Start of Extracted records
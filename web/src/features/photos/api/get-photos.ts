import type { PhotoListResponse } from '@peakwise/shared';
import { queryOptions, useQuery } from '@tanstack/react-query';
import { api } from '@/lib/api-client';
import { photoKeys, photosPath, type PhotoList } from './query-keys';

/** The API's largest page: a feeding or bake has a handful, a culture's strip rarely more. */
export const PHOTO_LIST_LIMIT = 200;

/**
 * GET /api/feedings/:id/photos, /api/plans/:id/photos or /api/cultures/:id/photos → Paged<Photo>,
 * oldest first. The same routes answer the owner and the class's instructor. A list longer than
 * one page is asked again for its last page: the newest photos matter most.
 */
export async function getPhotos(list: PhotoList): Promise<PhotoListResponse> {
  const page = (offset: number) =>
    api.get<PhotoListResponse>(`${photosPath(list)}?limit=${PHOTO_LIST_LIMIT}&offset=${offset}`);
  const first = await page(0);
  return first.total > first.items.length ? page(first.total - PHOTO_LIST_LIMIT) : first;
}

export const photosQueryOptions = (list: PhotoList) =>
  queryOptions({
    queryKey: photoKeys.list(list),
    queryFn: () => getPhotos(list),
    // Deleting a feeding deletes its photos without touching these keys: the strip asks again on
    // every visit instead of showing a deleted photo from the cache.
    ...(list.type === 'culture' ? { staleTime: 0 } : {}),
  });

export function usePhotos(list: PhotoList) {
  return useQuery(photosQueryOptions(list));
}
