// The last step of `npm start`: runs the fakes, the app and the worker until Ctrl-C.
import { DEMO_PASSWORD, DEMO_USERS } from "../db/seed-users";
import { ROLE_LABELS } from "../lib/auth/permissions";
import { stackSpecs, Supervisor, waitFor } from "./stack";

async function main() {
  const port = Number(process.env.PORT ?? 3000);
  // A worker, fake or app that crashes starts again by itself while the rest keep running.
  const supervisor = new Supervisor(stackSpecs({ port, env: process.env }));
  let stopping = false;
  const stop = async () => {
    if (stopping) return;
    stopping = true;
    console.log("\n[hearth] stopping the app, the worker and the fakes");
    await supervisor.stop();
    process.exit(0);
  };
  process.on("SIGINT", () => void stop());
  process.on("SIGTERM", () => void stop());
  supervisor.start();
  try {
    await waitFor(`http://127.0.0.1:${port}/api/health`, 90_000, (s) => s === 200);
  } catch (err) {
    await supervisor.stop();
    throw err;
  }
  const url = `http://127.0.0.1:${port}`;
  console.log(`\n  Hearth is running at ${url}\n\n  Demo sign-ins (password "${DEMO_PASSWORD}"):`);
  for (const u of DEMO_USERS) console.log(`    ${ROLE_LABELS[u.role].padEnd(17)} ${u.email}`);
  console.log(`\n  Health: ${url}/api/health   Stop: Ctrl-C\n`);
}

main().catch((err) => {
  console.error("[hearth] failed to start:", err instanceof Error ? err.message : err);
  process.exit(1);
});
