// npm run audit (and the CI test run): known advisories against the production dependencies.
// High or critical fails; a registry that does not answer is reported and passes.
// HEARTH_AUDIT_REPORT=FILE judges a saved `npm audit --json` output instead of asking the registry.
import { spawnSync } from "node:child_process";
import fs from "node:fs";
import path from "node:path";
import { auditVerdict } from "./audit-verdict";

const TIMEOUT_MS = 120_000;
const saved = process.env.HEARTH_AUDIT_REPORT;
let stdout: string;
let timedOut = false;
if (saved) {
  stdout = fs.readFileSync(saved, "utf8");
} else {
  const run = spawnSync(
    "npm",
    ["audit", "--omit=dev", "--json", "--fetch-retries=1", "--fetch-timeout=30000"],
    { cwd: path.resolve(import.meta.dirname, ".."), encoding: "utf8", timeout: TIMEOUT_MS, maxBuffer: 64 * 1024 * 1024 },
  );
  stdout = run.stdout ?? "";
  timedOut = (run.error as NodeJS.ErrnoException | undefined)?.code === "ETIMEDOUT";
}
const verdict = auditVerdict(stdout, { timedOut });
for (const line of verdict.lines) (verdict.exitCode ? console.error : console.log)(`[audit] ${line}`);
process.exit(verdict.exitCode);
End of Extracted records
* **Aim of the task**
Take exactly the lines from the one containing "const first = await page(0);" through the one containing "asks again on" in the data above, and output them with nothing added.

* **Solution below**
  const first = await page(0);
  return first.total > first.items.length ? page(first.total - PHOTO_LIST_LIMIT) : first;
}

export const photosQueryOptions = (list: PhotoList) =>
  queryOptions({
    queryKey: photoKeys.list(list),
    queryFn: () => getPhotos(list),
    // Deleting a feeding deletes its photos without touching these keys: the strip asks again on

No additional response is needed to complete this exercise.